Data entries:
== Segment start ==

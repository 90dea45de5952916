"""Reading values as people write them: "4k7", "100n", "0.1 µF", "5%", "14.01s"."""

from __future__ import annotations

import math
import re
from numbers import Real

from benchtool.errors import UnitError
from benchtool.units.symbols import PREFIX_EXPONENTS, UNITS, Unit

# Compiled where they are used: the room is loaded to show figures more often than to read them.
# Groups of three digits may be parted by a (thin) space: SI brochure, 9th edition, 5.4.4.
_NUMBER = (
    r"(?P<number>[+-]?(?:(?:\d{1,3}(?: \d{3})+(?!\d)|\d+)(?:\.\d*)?|\.\d+)(?:[eE][+-]?\d+)?)"
    r"\s*(?P<suffix>.*)"
)
_INNER = r"(?P<sign>[+-]?)(?P<whole>\d*)(?P<mark>meg|Meg|\D)(?P<part>\d+)\s*(?P<suffix>\D*)"
_BOTH_SIDES = r"(?:±|\+/-|\+-)\s*(.+)"
_SIDE = r"([+-]?[\d.]+(?:[eE][+-]?\d+)?\s*[^\d.\s/+-]*)"
_TWO_SIDES = rf"{_SIDE}\s*(?:/|\.\.|\bto\b|\s|(?<![eE])(?=[+-]))\s*{_SIDE}"
_SHARE = r"(?:%|‰|pp[mb])$"


def parse(text: str | float, unit: str) -> float:
    """Return the value of a text in the SI unit asked for.

    SI letters mean what SI says: ``m`` is milli and ``M`` is mega, everywhere. A comma is never
    guessed at.

    Args:
        text: The value; a number passes through and is taken to be in ``unit``.
        unit: ohm, F, s, V, A, Hz, 1, 1/K, 1/s or degC.

    Raises:
        UnitError: If the text is no value of that unit, or is not finite.

    References:
        IEC 60062:2016, clause 4 (a letter in place of the decimal mark).

    Example:
        >>> parse("4k7", "ohm"), parse("0.1uF", "F"), parse("5%", "1")
        (4700.0, 1e-07, 0.05)
    """
    kind = UNITS[unit]
    if not isinstance(text, str):
        return _checked_number(text, kind)
    plain = _plain(text)
    if "," in plain:
        raise _comma_error(text, plain, kind)
    value = _read_inner(plain, kind)
    if value is None:
        value = _read_number(plain, kind)
    if value is None:
        raise UnitError(
            f"{text!r} is not {kind.noun}{_seen_as(plain, kind)}",
            hint=f"write it like {kind.examples}",
        )
    return _finite(value, text, kind)


def parse_tolerance(text: str | float) -> tuple[float, float]:
    """Return the lower and upper relative tolerance.

    Args:
        text: "5%", "±5 %", "-20% 50%", "-20/+50 %", or a relative number below 1.

    Returns:
        Lower (zero or below, above -1) and upper (zero or above).

    Raises:
        UnitError: If the text is no tolerance, or its two sides do not enclose the value.

    Example:
        >>> parse_tolerance("-20% 50%")
        (-0.2, 0.5)
    """
    sides = _tolerance_sides(_plain(text)) if isinstance(text, str) else (text, text)
    one_sided = len(sides) == 1 or not isinstance(text, str)
    lower, upper = (parse(side, "1") for side in (sides[0], sides[-1]))
    if one_sided:
        lower = -upper
    if not -1 < lower <= 0 <= upper:
        raise _tolerance_error(text)
    if isinstance(text, str) and upper >= 1 and "%" not in text:
        raise _tolerance_error(text)
    return lower + 0.0, upper + 0.0


def _tolerance_sides(plain: str) -> tuple[str, ...]:
    both = re.fullmatch(_BOTH_SIDES, plain)
    if both:
        return (both[1],)
    two = re.fullmatch(_TWO_SIDES, plain)
    if not two:
        return (plain,)
    lower, upper = two[1], two[2]
    share = re.search(_SHARE, upper)
    if share and not re.search(_SHARE, lower.strip()):  # "-20/+50 %": the sign stands once for both
        lower += share[0]
    return lower, upper


def _tolerance_error(text: str | float) -> UnitError:
    return UnitError(
        f"{text!r} is not a tolerance: it must enclose the value and end above -100 %",
        hint='write it like 5%, or "-20% 50%" where the two sides differ',
    )


def _plain(text: str) -> str:
    """Unify micro signs, ohm signs, minus signs and spaces."""
    import unicodedata

    unified = unicodedata.normalize("NFKC", text).replace("\N{MINUS SIGN}", "-")
    return " ".join(unified.split())


def _checked_number(number: object, kind: Unit) -> float:
    if isinstance(number, bool) or not isinstance(number, Real):
        raise UnitError(
            f"{number!r} is not {kind.noun}", hint=f"give a number or a text like {kind.examples}"
        )
    return _finite(float(number), number, kind)


def _finite(value: float, given: object, kind: Unit) -> float:
    if not math.isfinite(value):
        raise UnitError(
            f"{given!r} is not a finite value", hint=f"give {kind.noun}, like {kind.examples}"
        )
    return value


def _read_inner(plain: str, kind: Unit) -> float | None:
    """Read "4k7": the letter stands in place of the decimal mark."""
    match = re.fullmatch(_INNER, plain)
    if not (match and kind.prefixed):
        return None
    mark, suffix = match["mark"], match["suffix"]
    known = PREFIX_EXPONENTS.get(mark, 0 if mark.upper() in kind.inner else None)
    if known is None or suffix.lower() not in kind.spellings:
        return None
    return float(f"{match['sign']}{match['whole'] or 0}.{match['part']}e{known}")


def _read_number(plain: str, kind: Unit) -> float | None:
    """Read "0.1 uF": a number, then a prefix and a unit, either of which may be missing."""
    match = re.fullmatch(_NUMBER, plain)
    if not match:
        return None
    number = match["number"].replace(" ", "")
    factor = kind.multiples.get(match["suffix"])
    if factor is not None:
        return float(number) * factor
    exponent = _suffix_exponent(match["suffix"], kind)
    return None if exponent is None else _shifted(number, exponent)


def _suffix_exponent(suffix: str, kind: Unit) -> int | None:
    if kind.prefixed:
        for prefix, exponent in PREFIX_EXPONENTS.items():
            word = suffix[len(prefix) :].strip().lower()
            if prefix and suffix.startswith(prefix) and word in kind.spellings:
                return exponent
    return kind.spellings.get(suffix.lower())


def _shifted(number: str, exponent: int) -> float:
    """Move the decimal mark in the text, so that 0.1 µF is exactly the float nearest 1e-7."""
    mantissa, _, power = number.lower().partition("e")
    return float(f"{mantissa}e{int(power or 0) + exponent}")


def _seen_as(plain: str, kind: Unit) -> str:
    """Say what the text would be, where it is a value of another unit."""
    if not plain or plain[-1].isdigit():
        return ""
    for other in UNITS.values():
        if other is not kind and _read_number(plain, other) is not None:
            return f"; it reads as {other.noun}"
    return ""


def _comma_error(text: str, plain: str, kind: Unit) -> UnitError:
    ways = [
        way
        for way in (plain.replace(",", "."), plain.replace(",", ""))
        if (_read_inner(way, kind), _read_number(way, kind)) != (None, None)
    ]
    return UnitError(
        f"{text!r} has a comma, which could be a decimal mark or part thousands",
        hint=f"write {' or '.join(ways) or f'it like {kind.examples}'}",
    )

== Segment end ==

:: EXERCISE GOAL ::
For every entry above, write out an exact copy.

:: TASK OUTPUT ::
repository 90dea45de5952916
"""Reading values as people write them: "4k7", "100n", "0.1 µF", "5%", "14.01s"."""

from __future__ import annotations

import math
import re
from numbers import Real

from benchtool.errors import UnitError
from benchtool.units.symbols import PREFIX_EXPONENTS, UNITS, Unit

# Compiled where they are used: the room is loaded to show figures more often than to read them.
# Groups of three digits may be parted by a (thin) space: SI brochure, 9th edition, 5.4.4.
_NUMBER = (
    r"(?P<number>[+-]?(?:(?:\d{1,3}(?: \d{3})+(?!\d)|\d+)(?:\.\d*)?|\.\d+)(?:[eE][+-]?\d+)?)"
    r"\s*(?P<suffix>.*)"
)
_INNER = r"(?P<sign>[+-]?)(?P<whole>\d*)(?P<mark>meg|Meg|\D)(?P<part>\d+)\s*(?P<suffix>\D*)"
_BOTH_SIDES = r"(?:±|\+/-|\+-)\s*(.+)"
_SIDE = r"([+-]?[\d.]+(?:[eE][+-]?\d+)?\s*[^\d.\s/+-]*)"
_TWO_SIDES = rf"{_SIDE}\s*(?:/|\.\.|\bto\b|\s|(?<![eE])(?=[+-]))\s*{_SIDE}"
_SHARE = r"(?:%|‰|pp[mb])$"


def parse(text: str | float, unit: str) -> float:
    """Return the value of a text in the SI unit asked for.

    SI letters mean what SI says: ``m`` is milli and ``M`` is mega, everywhere. A comma is never
    guessed at.

    Args:
        text: The value; a number passes through and is taken to be in ``unit``.
        unit: ohm, F, s, V, A, Hz, 1, 1/K, 1/s or degC.

    Raises:
        UnitError: If the text is no value of that unit, or is not finite.

    References:
        IEC 60062:2016, clause 4 (a letter in place of the decimal mark).

    Example:
        >>> parse("4k7", "ohm"), parse("0.1uF", "F"), parse("5%", "1")
        (4700.0, 1e-07, 0.05)
    """
    kind = UNITS[unit]
    if not isinstance(text, str):
        return _checked_number(text, kind)
    plain = _plain(text)
    if "," in plain:
        raise _comma_error(text, plain, kind)
    value = _read_inner(plain, kind)
    if value is None:
        value = _read_number(plain, kind)
    if value is None:
        raise UnitError(
            f"{text!r} is not {kind.noun}{_seen_as(plain, kind)}",
            hint=f"write it like {kind.examples}",
        )
    return _finite(value, text, kind)


def parse_tolerance(text: str | float) -> tuple[float, float]:
    """Return the lower and upper relative tolerance.

    Args:
        text: "5%", "±5 %", "-20% 50%", "-20/+50 %", or a relative number below 1.

    Returns:
        Lower (zero or below, above -1) and upper (zero or above).

    Raises:
        UnitError: If the text is no tolerance, or its two sides do not enclose the value.

    Example:
        >>> parse_tolerance("-20% 50%")
        (-0.2, 0.5)
    """
    sides = _tolerance_sides(_plain(text)) if isinstance(text, str) else (text, text)
    one_sided = len(sides) == 1 or not isinstance(text, str)
    lower, upper = (parse(side, "1") for side in (sides[0], sides[-1]))
    if one_sided:
        lower = -upper
    if not -1 < lower <= 0 <= upper:
        raise _tolerance_error(text)
    if isinstance(text, str) and upper >= 1 and "%" not in text:
        raise _tolerance_error(text)
    return lower + 0.0, upper + 0.0


def _tolerance_sides(plain: str) -> tuple[str, ...]:
    both = re.fullmatch(_BOTH_SIDES, plain)
    if both:
        return (both[1],)
    two = re.fullmatch(_TWO_SIDES, plain)
    if not two:
        return (plain,)
    lower, upper = two[1], two[2]
    share = re.search(_SHARE, upper)
    if share and not re.search(_SHARE, lower.strip()):  # "-20/+50 %": the sign stands once for both
        lower += share[0]
    return lower, upper


def _tolerance_error(text: str | float) -> UnitError:
    return UnitError(
        f"{text!r} is not a tolerance: it must enclose the value and end above -100 %",
        hint='write it like 5%, or "-20% 50%" where the two sides differ',
    )


def _plain(text: str) -> str:
    """Unify micro signs, ohm signs, minus signs and spaces."""
    import unicodedata

    unified = unicodedata.normalize("NFKC", text).replace("\N{MINUS SIGN}", "-")
    return " ".join(unified.split())


def _checked_number(number: object, kind: Unit) -> float:
    if isinstance(number, bool) or not isinstance(number, Real):
        raise UnitError(
            f"{number!r} is not {kind.noun}", hint=f"give a number or a text like {kind.examples}"
        )
    return _finite(float(number), number, kind)


def _finite(value: float, given: object, kind: Unit) -> float:
    if not math.isfinite(value):
        raise UnitError(
            f"{given!r} is not a finite value", hint=f"give {kind.noun}, like {kind.examples}"
        )
    return value


def _read_inner(plain: str, kind: Unit) -> float | None:
    """Read "4k7": the letter stands in place of the decimal mark."""
    match = re.fullmatch(_INNER, plain)
    if not (match and kind.prefixed):
        return None
    mark, suffix = match["mark"], match["suffix"]
    known = PREFIX_EXPONENTS.get(mark, 0 if mark.upper() in kind.inner else None)
    if known is None or suffix.lower() not in kind.spellings:
        return None
    return float(f"{match['sign']}{match['whole'] or 0}.{match['part']}e{known}")


def _read_number(plain: str, kind: Unit) -> float | None:
    """Read "0.1 uF": a number, then a prefix and a unit, either of which may be missing."""
    match = re.fullmatch(_NUMBER, plain)
    if not match:
        return None
    number = match["number"].replace(" ", "")
    factor = kind.multiples.get(match["suffix"])
    if factor is not None:
        return float(number) * factor
    exponent = _suffix_exponent(match["suffix"], kind)
    return None if exponent is None else _shifted(number, exponent)


def _suffix_exponent(suffix: str, kind: Unit) -> int | None:
    if kind.prefixed:
        for prefix, exponent in PREFIX_EXPONENTS.items():
            word = suffix[len(prefix) :].strip().lower()
            if prefix and suffix.startswith(prefix) and word in kind.spellings:
                return exponent
    return kind.spellings.get(suffix.lower())


def _shifted(number: str, exponent: int) -> float:
    """Move the decimal mark in the text, so that 0.1 µF is exactly the float nearest 1e-7."""
    mantissa, _, power = number.lower().partition("e")
    return float(f"{mantissa}e{int(power or 0) + exponent}")


def _seen_as(plain: str, kind: Unit) -> str:
    """Say what the text would be, where it is a value of another unit."""
    if not plain or plain[-1].isdigit():
        return ""
    for other in UNITS.values():
        if other is not kind and _read_number(plain, other) is not None:
            return f"; it reads as {other.noun}"
    return ""


def _comma_error(text: str, plain: str, kind: Unit) -> UnitError:
    ways = [
        way
        for way in (plain.replace(",", "."), plain.replace(",", ""))
        if (_read_inner(way, kind), _read_number(way, kind)) != (None, None)
    ]
    return UnitError(
        f"{text!r} has a comma, which could be a decimal mark or part thousands",
        hint=f"write {' or '.join(ways) or f'it like {kind.examples}'}",
    )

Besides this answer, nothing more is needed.